The amount of dust in the atmosphere has doubled over most of the planet since the last century, finds a new study.
As wind blows through the world's deserts, it whisks dust up into the air and down into the oceans and can significantly affect climate and the environment in all sorts of ways.
Understanding the changing patterns of dirt particles in the atmosphere could help scientists improve the accuracy of climate predictions. Tracing swirls of dust to their roots could also lead to better land management practices that might mitigate the flow of dust from Earth to sky and sea.
But first, researchers need to figure out why dust levels are rising in the first place.

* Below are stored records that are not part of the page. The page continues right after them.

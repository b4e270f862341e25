#include "tell/ledger.h"

#include <algorithm>
#include <nlohmann/json.hpp>
#include <set>
#include <tuple>

#include "tell/fingerprint.h"
#include "tell/paths.h"

namespace dextral::tell {

namespace {

using Json = nlohmann::ordered_json;

constexpr int kVersion = 1;
constexpr const char* kRemedy = "; `dextral lint --update-known FILE` writes a new one";

// Takes everything and remembers where the first fault stands.
struct FaultFinder : nlohmann::json_sax<Json> {
  std::size_t position = 0;
  bool null() override { return true; }
  bool boolean(bool) override { return true; }
  bool number_integer(number_integer_t) override { return true; }
  bool number_unsigned(number_unsigned_t) override { return true; }
  bool number_float(number_float_t, const string_t&) override { return true; }
  bool string(string_t&) override { return true; }
  bool binary(binary_t&) override { return true; }
  bool start_object(std::size_t) override { return true; }
  bool key(string_t&) override { return true; }
  bool end_object() override { return true; }
  bool start_array(std::size_t) override { return true; }
  bool end_array() override { return true; }
  bool parse_error(std::size_t at, const std::string&, const nlohmann::detail::exception&) override {
    position = at;
    return false;
  }
};

LedgerProblem syntax_problem(const std::string& text, std::size_t position) {
  const std::size_t at = std::min(position ? position - 1 : 0, text.size());
  const auto line = std::size_t(std::count(text.begin(), text.begin() + std::ptrdiff_t(at), '\n')) + 1;
  const std::size_t start = at ? text.rfind('\n', at - 1) : std::string::npos;
  return {line, at - (start == std::string::npos ? 0 : start + 1) + 1, std::string("this is no JSON") + kRemedy};
}

std::optional<Known> entry(const Json& json) {
  Known known;
  for (auto [key, value] : {std::pair{"fingerprint", &known.fingerprint},
                            {"rule", &known.rule},
                            {"file", &known.file},
                            {"sentence", &known.sentence}}) {
    if (!json.is_object() || !json.contains(key) || !json[key].is_string()) return std::nullopt;
    *value = json[key].get<std::string>();
  }
  return known;
}

auto identity(const Known& known) { return std::tie(known.file, known.rule, known.fingerprint); }

bool before(const Known& a, const Known& b) {
  return std::tie(a.file, a.rule, a.fingerprint, a.sentence) < std::tie(b.file, b.rule, b.fingerprint, b.sentence);
}

}  // namespace

std::variant<std::vector<Known>, LedgerProblem> read_ledger(const std::string& text) {
  FaultFinder faults;
  if (!Json::sax_parse(text, &faults)) return syntax_problem(text, faults.position);
  const Json json = Json::parse(text, nullptr, false);
  if (!json.is_object() || !json.contains("known findings") || !json["known findings"].is_array())
    return LedgerProblem{0, 0, std::string("this is no ledger of known findings") + kRemedy};
  if (!json.contains("version") || json["version"] != kVersion)
    return LedgerProblem{0, 0, std::string("this ledger is of another version of dextral") + kRemedy};
  std::vector<Known> list;
  for (const Json& item : json["known findings"]) {
    auto known = entry(item);
    if (!known) {
      const std::string number = std::to_string(list.size() + 1);
      return LedgerProblem{0, 0, "entry " + number + " lacks a fingerprint, rule, file or sentence" + kRemedy};
    }
    list.push_back(std::move(*known));
  }
  return list;
}

std::string write_ledger(std::vector<Known> known) {
  std::sort(known.begin(), known.end(), before);
  known.erase(std::unique(known.begin(), known.end()), known.end());
  std::string text = "{\n  \"version\": " + std::to_string(kVersion) + ",\n  \"known findings\": [";
  const auto replace = Json::error_handler_t::replace;
  for (std::size_t i = 0; i < known.size(); ++i) {
    const Known& k = known[i];
    const Json item{{"file", k.file}, {"rule", k.rule}, {"fingerprint", k.fingerprint}, {"sentence", k.sentence}};
    text += std::string(i ? "," : "") + "\n    " + item.dump(-1, ' ', false, replace);
  }
  return text + (known.empty() ? "]\n}\n" : "\n  ]\n}\n");
}

std::vector<Known> entries(const std::vector<Finding>& findings, const FileTable& files, const std::string& root) {
  Source source;
  const std::vector<std::string> prints = fingerprints(findings, files, root, source);
  std::vector<Known> list;
  for (std::size_t i = 0; i < findings.size(); ++i)
    list.push_back({prints[i], findings[i].rule, escaped(relative(files.name(findings[i].span.file), root)),
                    escaped(findings[i].sentence)});
  return list;
}

SetAside set_aside(std::vector<Finding> findings, const std::vector<Known>& ledger, const FileTable& files,
                   const std::string& root, const LookedAt& looked_at) {
  auto less = [](const Known& a, const Known& b) { return identity(a) < identity(b); };
  const std::set<Known, decltype(less)> known(ledger.begin(), ledger.end(), less);
  std::set<Known, decltype(less)> met(less);
  const std::vector<Known> now = entries(findings, files, root);
  SetAside result;
  for (std::size_t i = 0; i < findings.size(); ++i) {
    if (known.contains(now[i])) {
      met.insert(now[i]);
      ++result.known;
    } else {
      result.fresh.push_back(std::move(findings[i]));
    }
  }
  for (const Known& entry : known)
    if (!met.contains(entry) && looked_at(entry.file)) result.gone.push_back(entry);
  return result;
}

std::vector<Known> updated(const std::vector<Known>& before, const std::vector<Finding>& findings,
                           const FileTable& files, const std::string& root, const LookedAt& looked_at) {
  std::vector<Known> list = entries(findings, files, root);
  for (const Known& entry : before)
    if (!looked_at(entry.file)) list.push_back(entry);
  return list;
}

}  // namespace dextral::tell
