// Source text as reports quote it.
//
// What stands in an analysed file may be anything: broken UTF-8, control
// characters, letters that turn the direction of writing around, lines of a
// megabyte. Everything quoted passes through here, so that a report shows what
// is there and a terminal obeys none of it.
//
// Limits: the width of a letter is taken from a short table (combining marks
// 0, East Asian letters and pictographs 2, all others 1), not from the terminal.
#pragma once

#include <map>
#include <optional>
#include <string>
#include <vector>

#include "core/span.h"

namespace dextral::tell {

// One code point at `at`, or nothing where the bytes are no UTF-8.
struct CodePoint {
  char32_t value = 0;
  std::size_t length = 1;
};
std::optional<CodePoint> code_point(const std::string& text, std::size_t at);
bool is_utf8(const std::string& text);

// Control characters, turns of the writing direction and broken UTF-8 are
// written out: "\x1b", "\u202e", "\xff".
std::string escaped(const std::string& text);

// A line of source, shortened around the bytes [begin, end), and the columns
// under which a marker for them stands.
struct Quoted {
  std::string text;
  std::size_t column = 0;  // from 0
  std::size_t width = 1;
};
Quoted quoted_line(const std::string& line, std::size_t begin, std::size_t end, std::size_t widest);

// Files, each read once. A file that cannot be read has no lines.
class Source {
 public:
  // Without its end; empty where there is none. Lines count from 1.
  const std::string& line(const std::string& file, std::uint32_t number);
  // The column of a position in UTF-16 code units, from 1.
  std::uint32_t utf16_column(const std::string& file, Position);
  // Nothing for an empty line, or a place that is nowhere.
  std::optional<Quoted> quote(const std::string& file, const Span&, std::size_t widest);

 private:
  std::map<std::string, std::vector<std::string>> files_;
};

}  // namespace dextral::tell
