// Findings in SARIF 2.1.0.
//
// Each result carries the chain of evidence twice: as related locations for
// viewers that list places, and as one code flow that runs from the first fact
// over the place of the finding to the fact that contradicts it. Columns are
// UTF-16 code units. Paths below the root are relative to the base SRCROOT.
// In messages, braces are doubled and a bracket before a parenthesis gets a
// backslash, since they would else be placeholders and links (OASIS SARIF
// 2.1.0, 3.11.5 and 3.11.6: from memory).
#include <cmath>
#include <map>
#include <nlohmann/json.hpp>

#include "tell/fingerprint.h"
#include "tell/report.h"
#include "tell/words.h"

namespace dextral::tell {

namespace {

using Json = nlohmann::ordered_json;

constexpr const char* kSchema = "https://json.schemastore.org/sarif-2.1.0.json";
constexpr const char* kBase = "SRCROOT";
constexpr const char* kFingerprint = "dextral/v1";

std::string message_text(const std::string& words) {
  std::string text;
  for (std::size_t i = 0; i < words.size(); ++i) {
    const char c = words[i];
    if (c == '{' || c == '}') text += c;
    if (c == ']' && i + 1 < words.size() && words[i + 1] == '(') text += '\\';
    text += c;
  }
  return text;
}

Json message(const std::string& words) { return {{"text", message_text(words)}}; }

class Writer {
 public:
  Writer(const FileTable& files, const Style& style) : files_(files), style_(style) {}

  Json driver() const {
    Json driver{{"name", "dextral"}};
    if (!style_.version.empty()) driver["version"] = style_.version;
    driver["rules"] = Json::array();
    for (const Rule& rule : rules()) driver["rules"].push_back(descriptor(rule));
    return driver;
  }

  Json result(const Finding& finding, const std::string& fingerprint) {
    Json result{{"ruleId", finding.rule}};
    if (auto index = rule_index(finding.rule)) result["ruleIndex"] = *index;
    result["level"] = level(finding.certainty);
    result["message"] = message(escaped(finding.sentence));
    result["locations"] = Json::array();
    if (finding.span.valid()) result["locations"].push_back(place_of(finding));
    add_evidence(result, finding);
    add_fixes(result, finding);
    result["partialFingerprints"] = {{kFingerprint, fingerprint}};
    result["properties"] = properties(finding);
    return result;
  }

  Json invocation(const Summary& summary) const {
    bool lost = false;
    Json notes = Json::array();
    for (const NotRead& unit : summary.unread) {
      lost |= unit.lost;
      Json note{{"level", unit.lost ? "error" : "warning"},
                {"message", message((unit.lost ? "not read: " : "read in part: ") + escaped(unit.why))}};
      note["locations"] = Json::array({{{"physicalLocation", {{"artifactLocation", artifact(unit.unit)}}}}});
      notes.push_back(std::move(note));
    }
    for (const std::string& header : summary.missing_headers)
      notes.push_back({{"level", "warning"}, {"message", message("header not found: " + escaped(header))}});
    for (const Known& known : summary.gone)
      notes.push_back({{"level", "note"},
                       {"message", message("known finding is gone: " + escaped(known.file) + ": " +
                                           escaped(known.rule) + ": " + escaped(known.sentence))}});
    return {{"executionSuccessful", !lost}, {"toolExecutionNotifications", notes}};
  }

 private:
  static std::optional<std::size_t> rule_index(const std::string& id) {
    for (std::size_t i = 0; i < rules().size(); ++i)
      if (rules()[i].id == id) return i;
    return std::nullopt;
  }

  Json descriptor(const Rule& rule) const {
    Json json{{"id", rule.id}, {"shortDescription", {{"text", rule.summary}}}};
    json["help"] = {{"text", "`dextral rules " + rule.id + "` shows the page of this rule."}};
    if (!style_.pages.empty()) json["helpUri"] = style_.pages + "/" + rule.id + ".md";
    json["defaultConfiguration"] = {{"level", "warning"}};
    return json;
  }

  const char* level(Certainty certainty) const {
    if (style_.fail_on && certainty <= *style_.fail_on) return "error";
    return certainty == Certainty::suspect ? "note" : "warning";
  }

  Json artifact(const std::string& file) const {
    const std::string path = relative(file, style_.root);
    if (path.empty() || path[0] == '/') return {{"uri", file_uri(path)}};
    return {{"uri", percent_encoded(path)}, {"uriBaseId", kBase}};
  }

  // SARIF ends a region at the column behind it, as spans do.
  Json region(const Span& span) {
    const std::string& file = files_.name(span.file);
    Json region{{"startLine", span.begin.line}, {"startColumn", source_.utf16_column(file, span.begin)}};
    if (span.end >= span.begin) {
      region["endLine"] = span.end.line;
      region["endColumn"] = source_.utf16_column(file, span.end);
    }
    return region;
  }

  Json physical(const Span& span) {
    return {{"artifactLocation", artifact(files_.name(span.file))}, {"region", region(span)}};
  }

  Json place_of(const Finding& finding) {
    Json place{{"physicalLocation", physical(finding.span)}};
    if (!finding.function.empty())
      place["logicalLocations"] =
          Json::array({{{"fullyQualifiedName", escaped(finding.function)}, {"kind", "function"}}});
    return place;
  }

  void add_evidence(Json& result, const Finding& finding) {
    Json related = Json::array(), steps = Json::array();
    auto add = [&](const Reason& reason) {
      if (!reason.span.valid()) return;
      Json place{{"physicalLocation", physical(reason.span)}, {"message", message(words(reason))}};
      steps.push_back({{"location", place}});
      place["id"] = related.size() + 1;
      related.push_back(std::move(place));
    };
    for (auto reason = finding.left.rbegin(); reason != finding.left.rend(); ++reason) add(*reason);
    if (finding.span.valid()) {
      Json place = place_of(finding);
      place["message"] = message(escaped(finding.sentence));
      steps.push_back({{"location", std::move(place)}, {"importance", "essential"}});
    }
    for (const Reason& reason : finding.right) add(reason);
    if (related.empty()) return;
    result["relatedLocations"] = std::move(related);
    const Json flow{{"threadFlows", Json::array({{{"locations", std::move(steps)}}})}};
    result["codeFlows"] = Json::array({flow});
  }

  void add_fixes(Json& result, const Finding& finding) {
    Json fixes = Json::array();
    for (const solve::Repair& repair : finding.repairs) {
      Json changes = artifact_changes(repair);
      if (changes.empty()) continue;
      fixes.push_back({{"description", message(words(repair))}, {"artifactChanges", std::move(changes)}});
    }
    if (!fixes.empty()) result["fixes"] = std::move(fixes);
  }

  // One change a file. Empty where an edit cannot be said in JSON.
  Json artifact_changes(const solve::Repair& repair) {
    std::map<std::string, Json> by_file;
    for (const solve::Edit& edit : repair.edits) {
      if (!edit.span.valid() || !is_utf8(edit.text)) return Json::array();
      Json& list = by_file.try_emplace(files_.name(edit.span.file), Json::array()).first->second;
      list.push_back({{"deletedRegion", region(edit.span)}, {"insertedContent", {{"text", edit.text}}}});
    }
    Json changes = Json::array();
    for (auto& [file, replacements] : by_file)
      changes.push_back({{"artifactLocation", artifact(file)}, {"replacements", std::move(replacements)}});
    return changes;
  }

  static Json properties(const Finding& finding) {
    Json bag{{"certainty", dextral::text(finding.certainty)}};
    if (!finding.left_says.empty() || !finding.right_says.empty())
      bag["sides"] = {escaped(finding.left_says), escaped(finding.right_says)};
    if (finding.witness)
      bag["witness"] = {{"degrees", std::round(finding.witness->degrees * 1000) / 1000},
                        {"attitude", finding.witness->attitude}};
    return bag;
  }

  const FileTable& files_;
  const Style& style_;
  Source source_;
};

}  // namespace

std::string sarif(const std::vector<Finding>& findings, const FileTable& files, const Summary& summary,
                  const Style& style) {
  Writer writer(files, style);
  Source source;
  const std::vector<std::string> prints = fingerprints(findings, files, style.root, source);
  Json run{{"tool", {{"driver", writer.driver()}}}};
  run["invocations"] = Json::array({writer.invocation(summary)});
  const bool at_top = style.root.empty() || style.root.back() == '/';
  run["originalUriBaseIds"] = {{kBase, {{"uri", file_uri(at_top ? "/" : style.root + "/")}}}};
  run["columnKind"] = "utf16CodeUnits";
  run["results"] = Json::array();
  for (std::size_t i = 0; i < findings.size(); ++i) run["results"].push_back(writer.result(findings[i], prints[i]));
  run["properties"] = {{"filesRead", summary.read},
                       {"filesNotRead", summary.not_read},
                       {"accepted", summary.accepted},
                       {"known", summary.known},
                       {"rotationDeclarations", summary.rotations},
                       {"rotationDeclarationsKnown", summary.rotations_known},
                       {"caution", kCaution}};
  const Json root{{"$schema", kSchema}, {"version", "2.1.0"}, {"runs", Json::array({std::move(run)})}};
  return root.dump(2, ' ', false, Json::error_handler_t::replace) + "\n";
}

}  // namespace dextral::tell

"We don't know," said Natalie Mahowald, an atmospheric scientist at Cornell University in Ithaca, N.Y. "It's probably a combination of agriculture and pasture-usage as well as climate change because a lot of regions are getting drier, and that would increase desert dust."

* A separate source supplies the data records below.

// Reports: findings in words, for people and for programs.
//
// Text follows the GNU error format: `file:line:column: warning: RULE
// (CERTAINTY): sentence`, then the evidence, indented, each step with the line
// of source it stands on. SARIF is version 2.1.0. JSON is our own stable shape
// (docs/findings.schema.json). All wording, order and colour of findings is
// made in this folder; the same findings give the same bytes.
//
// Limits: source is quoted from the files as they are when the report is
// written; a file that changed or is gone since it was read is quoted wrongly
// or not at all.
#pragma once

#include <optional>
#include <string>
#include <vector>

#include "core/span.h"
#include "rules/rule.h"
#include "tell/ledger.h"
#include "tell/paths.h"

namespace dextral::tell {

// A unit that was not read, or only in part.
struct NotRead {
  std::string unit;
  bool lost = false;  // else: read in part
  std::string why;
};

struct Summary {
  std::size_t read = 0, not_read = 0;
  std::vector<std::string> missing_headers;
  std::size_t rotations = 0, rotations_known = 0;
  std::size_t accepted = 0;
  std::vector<NotRead> unread = {};  // told with their reasons
  std::size_t known = 0;             // set aside by the ledger
  std::vector<Known> gone = {};      // in the ledger, and found no more
};

struct Style {
  std::string root;                                       // paths below it are told relative to it
  std::optional<Certainty> fail_on = Certainty::certain;  // told as errors from here on
  bool color = false;
  std::string version = "";  // of the program, for SARIF
  std::string pages = "";    // URI of the folder with the rules' pages, or empty
};

// By file, place and rule; one of each.
void sort(std::vector<Finding>&, const FileTable&);

std::string text(const std::vector<Finding>&, const FileTable&, const Summary&, const Style&);
std::string sarif(const std::vector<Finding>&, const FileTable&, const Summary&, const Style&);
std::string json(const std::vector<Finding>&, const FileTable&, const Summary&, const Style&);

// "An aid, not a proof: ..."
extern const char* const kCaution;

}  // namespace dextral::tell
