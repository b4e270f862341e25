// Names of findings that survive a shift of lines.
//
// A fingerprint is a hash of the rule, the file relative to the root, the
// function, the line of source without the space around it, and a counter for
// findings that have all of these in common. It changes when the line itself,
// its function or its file is renamed: then the finding is a new one.
#pragma once

#include <string>
#include <vector>

#include "rules/rule.h"
#include "tell/source.h"

namespace dextral::tell {

// One for each finding. The counter follows the order given: sort first.
std::vector<std::string> fingerprints(const std::vector<Finding>&, const FileTable&, const std::string& root, Source&);

}  // namespace dextral::tell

"We put big uncertainty bars on everything," she added. "We need more data."
Climate researchers have spent a lot of time worrying about the effects of particles that human actions release into the atmosphere. Known as anthropomorphic aerosols, these include sulfates from coal-fired power plants and nitrogen oxides from automobile exhaust.
Mahowald is more interested in desert dust, which can also affect climate in a number of ways. For one thing, particles of soil that are suspended in the air alter the way the atmosphere absorbs and reflects energy from the sun. Dust also changes the properties of clouds, which play a big role in climate patterns. Overall, rising levels of dust tend to cool the atmosphere down.

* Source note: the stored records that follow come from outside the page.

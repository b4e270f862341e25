// Reports: findings in words, for people and for programs.
//
// Text follows the GNU error format: `file:line:column: warning: RULE
// (CERTAINTY): sentence`, then the evidence, indented, each step with the line
// of source it stands on. JSON is our own stable shape. All wording, order and
// colour of findings is made in this folder.
#pragma once

#include <optional>
#include <string>
#include <vector>

#include "core/span.h"
#include "rules/rule.h"

namespace dextral::tell {

struct Summary {
  std::size_t read = 0, not_read = 0;
  std::vector<std::string> missing_headers;
  std::size_t rotations = 0, rotations_known = 0;
  std::size_t accepted = 0;
};

struct Style {
  std::string root;                                       // paths below it are told relative to it
  std::optional<Certainty> fail_on = Certainty::certain;  // told as errors from here on
  bool color = false;
};

// By file, place and rule; one of each.
void sort(std::vector<Finding>&, const FileTable&);

std::string text(const std::vector<Finding>&, const FileTable&, const Summary&, const Style&);
std::string json(const std::vector<Finding>&, const FileTable&, const Summary&, const Style&);

// A path below the root without it.
std::string relative(const std::string& path, const std::string& root);

}  // namespace dextral::tell
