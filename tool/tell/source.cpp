#include "tell/source.h"

#include <algorithm>
#include <array>
#include <fstream>

namespace dextral::tell {

namespace {

constexpr std::size_t kTab = 4;

struct Range {
  char32_t from, to;
};

template <std::size_t N>
bool within(char32_t c, const std::array<Range, N>& ranges) {
  return std::any_of(ranges.begin(), ranges.end(), [c](Range r) { return r.from <= c && c <= r.to; });
}

// C0, DEL and C1, invisible signs, line separators, turns of direction.
constexpr std::array<Range, 8> kHidden{{{0x00, 0x1f},
                                        {0x7f, 0x9f},
                                        {0xad, 0xad},
                                        {0x61c, 0x61c},
                                        {0x200b, 0x200f},
                                        {0x2028, 0x202e},
                                        {0x2060, 0x206f},
                                        {0xfeff, 0xfeff}}};
constexpr std::array<Range, 3> kCombining{{{0x300, 0x36f}, {0x20d0, 0x20ff}, {0xfe00, 0xfe0f}}};
constexpr std::array<Range, 8> kWide{{{0x1100, 0x115f},
                                      {0x2e80, 0xa4cf},
                                      {0xac00, 0xd7a3},
                                      {0xf900, 0xfaff},
                                      {0xfe30, 0xfe6f},
                                      {0xff00, 0xff60},
                                      {0x1f300, 0x1faff},
                                      {0x20000, 0x3fffd}}};

std::size_t width_of(char32_t c) { return within(c, kCombining) ? 0 : within(c, kWide) ? 2 : 1; }

std::string hex(std::uint32_t value, std::size_t digits) {
  std::string text;
  for (; digits; --digits) text += "0123456789abcdef"[(value >> (4 * (digits - 1))) & 15];
  return text;
}

std::string written_out(char32_t c) {
  if (c == '\n') return "\\n";
  if (c == '\r') return "\\r";
  if (c == '\t') return "\\t";
  return c < 0x80 ? "\\x" + hex(c, 2) : "\\u" + hex(c, 4);
}

// One letter as it is shown.
struct Cell {
  std::size_t byte = 0;
  std::string text;
  std::size_t width = 1;
};

Cell cell_at(const std::string& line, std::size_t& at, std::size_t column) {
  Cell cell{at, "", 1};
  const auto point = code_point(line, at);
  if (!point) {
    cell.text = "\\x" + hex(static_cast<unsigned char>(line[at]), 2);
    cell.width = cell.text.size();
  } else if (point->value == '\t') {
    cell.width = kTab - column % kTab;
    cell.text = std::string(cell.width, ' ');
  } else if (within(point->value, kHidden)) {
    cell.text = written_out(point->value);
    cell.width = cell.text.size();
  } else {
    cell.text = line.substr(at, point->length);
    cell.width = width_of(point->value);
  }
  at += point ? point->length : 1;
  return cell;
}

std::vector<Cell> cells(const std::string& line, std::size_t from, std::size_t to) {
  std::vector<Cell> list;
  std::size_t column = 0;
  for (std::size_t at = from; at < to;) {
    list.push_back(cell_at(line, at, column));
    column += list.back().width;
  }
  return list;
}

// The start of the letter that covers this byte.
std::size_t letter_start(const std::string& line, std::size_t at) {
  for (std::size_t back = 0; back < 4 && at > 0 && (static_cast<unsigned char>(line[at]) & 0xc0) == 0x80; ++back) --at;
  return at;
}

}  // namespace

std::optional<CodePoint> code_point(const std::string& text, std::size_t at) {
  const auto byte = [&](std::size_t i) { return static_cast<unsigned char>(text[i]); };
  const unsigned char first = byte(at);
  if (first < 0x80) return CodePoint{first, 1};
  const std::size_t length = first >= 0xf0 ? 4 : first >= 0xe0 ? 3 : 2;
  if (first < 0xc2 || first > 0xf4 || at + length > text.size()) return std::nullopt;
  char32_t value = first & (0xff >> (length + 1));
  for (std::size_t i = at + 1; i < at + length; ++i) {
    if ((byte(i) & 0xc0) != 0x80) return std::nullopt;
    value = value << 6 | (byte(i) & 0x3f);
  }
  const bool overlong = (length == 3 && value < 0x800) || (length == 4 && value < 0x10000);
  if (overlong || (value >= 0xd800 && value <= 0xdfff) || value > 0x10ffff) return std::nullopt;
  return CodePoint{value, length};
}

bool is_utf8(const std::string& text) {
  for (std::size_t at = 0; at < text.size();) {
    const auto point = code_point(text, at);
    if (!point) return false;
    at += point->length;
  }
  return true;
}

std::string escaped(const std::string& text) {
  std::string out;
  for (std::size_t at = 0; at < text.size();) {
    const auto point = code_point(text, at);
    if (!point)
      out += "\\x" + hex(static_cast<unsigned char>(text[at]), 2);
    else if (within(point->value, kHidden))
      out += written_out(point->value);
    else
      out.append(text, at, point->length);
    at += point ? point->length : 1;
  }
  return out;
}

Quoted quoted_line(const std::string& line, std::size_t begin, std::size_t end, std::size_t widest) {
  begin = letter_start(line, std::min(begin, line.empty() ? 0 : line.size() - 1));
  end = std::clamp(end, begin, line.size());
  std::size_t from = std::min(line.find_first_not_of(" \t"), begin);
  const bool cut_front = begin - from > widest / 2;
  if (cut_front) from = letter_start(line, begin - widest / 4);
  const std::size_t to = std::min(line.size(), from + 4 * widest);
  Quoted quoted;
  std::size_t shown = 0, marked = 0;
  if (cut_front) quoted.text = "... ";
  bool cut_back = to < line.size();
  for (const Cell& cell : cells(line, from, to)) {
    if (shown + cell.width > widest) {
      cut_back = true;
      break;
    }
    if (cell.byte < begin) quoted.column += cell.width;
    if (cell.byte >= begin && cell.byte < end) marked += cell.width;
    quoted.text += cell.text;
    shown += cell.width;
  }
  if (cut_front) quoted.column += 4;
  if (cut_back) quoted.text += " ...";
  quoted.width = std::max<std::size_t>(1, marked);
  return quoted;
}

const std::string& Source::line(const std::string& file, std::uint32_t number) {
  static const std::string none;
  auto [found, fresh] = files_.try_emplace(file);
  if (fresh) {
    std::ifstream in(file, std::ios::binary);
    for (std::string line; std::getline(in, line);) {
      if (!line.empty() && line.back() == '\r') line.pop_back();
      found->second.push_back(std::move(line));
    }
  }
  return number && number <= found->second.size() ? found->second[number - 1] : none;
}

std::uint32_t Source::utf16_column(const std::string& file, Position position) {
  const std::string& text = line(file, position.line);
  const std::size_t bytes = position.column ? position.column - 1 : 0;
  std::size_t units = 0, at = 0;
  while (at < bytes && at < text.size()) {
    const auto point = code_point(text, at);
    units += point && point->value > 0xffff ? 2 : 1;
    at += point ? point->length : 1;
  }
  return std::uint32_t(units + (bytes > at ? bytes - at : 0) + 1);
}

std::optional<Quoted> Source::quote(const std::string& file, const Span& span, std::size_t widest) {
  if (!span.valid()) return std::nullopt;
  const std::string& text = line(file, span.begin.line);
  if (text.empty()) return std::nullopt;
  const std::size_t begin = span.begin.column ? span.begin.column - 1 : 0;
  const bool one_line = span.end.line == span.begin.line && span.end.column > span.begin.column;
  return quoted_line(text, begin,
                     one_line                          ? span.end.column - 1
                     : span.end.line > span.begin.line ? text.size()
                                                       : begin + 1,
                     widest);
}

}  // namespace dextral::tell
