// Repairs as a patch to read, and repairs written into the files.
//
// Of each finding the first repair that has edits is taken, whole or not at
// all: one whose edits overlap those of an earlier finding, lie outside the
// scope, or point where the file has no text is left out and told. The same
// repair of two findings is made once. Line ends stay as the file has them.
//
// Limits: each file is replaced in one step, several files are not; a file that
// changed since it was read is noticed only where a place is gone; other hard
// links to a file keep the old text.
#pragma once

#include <functional>
#include <string>
#include <vector>

#include "rules/rule.h"

namespace dextral::tell {

struct RepairProblem {
  std::string file;     // absolute
  Position place;       // line 0: the file as a whole
  std::string message;  // what is wrong, and the remedy
  bool operator==(const RepairProblem&) const = default;
};

// May this file be written? Asked with the path as told, and without its links.
using InScope = std::function<bool(const std::string& path)>;

// A unified diff, by file; names below the root are relative to it.
std::string diff(const std::vector<Finding>&, const FileTable&, const std::string& root, const InScope&);

// Writes the repairs, and returns what was not repaired and why.
std::vector<RepairProblem> apply(const std::vector<Finding>&, const FileTable&, const InScope&);

}  // namespace dextral::tell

Dust also affects the chemistry of the oceans. That's because dust contains iron, which boosts growth of plankton, allowing the oceans to pull a little more carbon out of the air.
To piece together a history of Earth's blowing dust, Mahowald and colleagues compiled a wealth of published data, which included analyses of layered ice cores and sediment samples taken from more than a dozen sites around the world. Most of these cores held specks of dust that had blown in from somewhere else.
In ice cores from Antarctica, for example, scientists identified soil from South America. Lake sediments in Colorado's San Juan Mountains contained soil particles originally from the Mojave Desert in California, 1,000 kilometers (600 miles) away. Each layer was dated so the researchers could tell how the levels of blowing dust changed over time.
For the 100-year span from about 1900 to 2000, levels of dust fluctuated quite a bit and patterns differed in different regions, the researchers reported in the journal Atmospheric Chemistry and Physics. Overall, though, levels of dust around the globe doubled everywhere except above North America, where levels dropped a little bit.
By comparing dusty periods with periods that weren't so dusty, the researchers were able to show that dusty skies lead to lower temperatures -- masking some of the warming effects of greenhouse gasses. As dust accumulates in the air, it also affects clouds enough to move storms away from desert areas, possibly propelling droughts that, in turn, lead to even more dust.
In the oceans, dust boosts productivity and sucks up more carbon from the air, which can also cool the climate. But that may be offset by erosion and the loss of plant cover on land.
In satellite images of Earth, you can see three obvious colors, said Joseph Prospero, an atmospheric scientist at the University of Miami in Florida: The blue of oceans, the white of clouds and the brown of massive desert dust storms.
Those images, Prospero said, clearly show that dust is a major player that needs to play a more significant role in climate models as one of a multitude of fluctuating and complicated factors.
"When climate changes, you get a tremendous amount of variability in dust output," he said. "There is a strong possible loop where the climate becomes drier and windier causing more dust, and more dust affects radiation, so it feeds back on climate."
"There is a lot of uncertainty about how that works," he added. "That's why we focus on dust."